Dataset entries

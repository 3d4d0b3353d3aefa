"""Mass spectrometry of the extract's LC-MS run: per-well features from a fraction timetable, MS/MS, known compounds.

Sits beside :mod:`nmrcheck.chem` (whose formulas, ion species and isotope patterns it uses);
:mod:`nmrcheck.plate` and :mod:`nmrcheck.validate` import it, and it imports nothing
downstream. File formats (mzML, timetables) are read in :mod:`nmrcheck.io`.
"""

__all__: list[str] = []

PROBLEM
The answer must be every line of the records that contains the word "nmrcheck".

RESPONSE BOX
Sits beside :mod:`nmrcheck.chem` (whose formulas, ion species and isotope patterns it uses);
:mod:`nmrcheck.plate` and :mod:`nmrcheck.validate` import it, and it imports nothing
downstream. File formats (mzML, timetables) are read in :mod:`nmrcheck.io`.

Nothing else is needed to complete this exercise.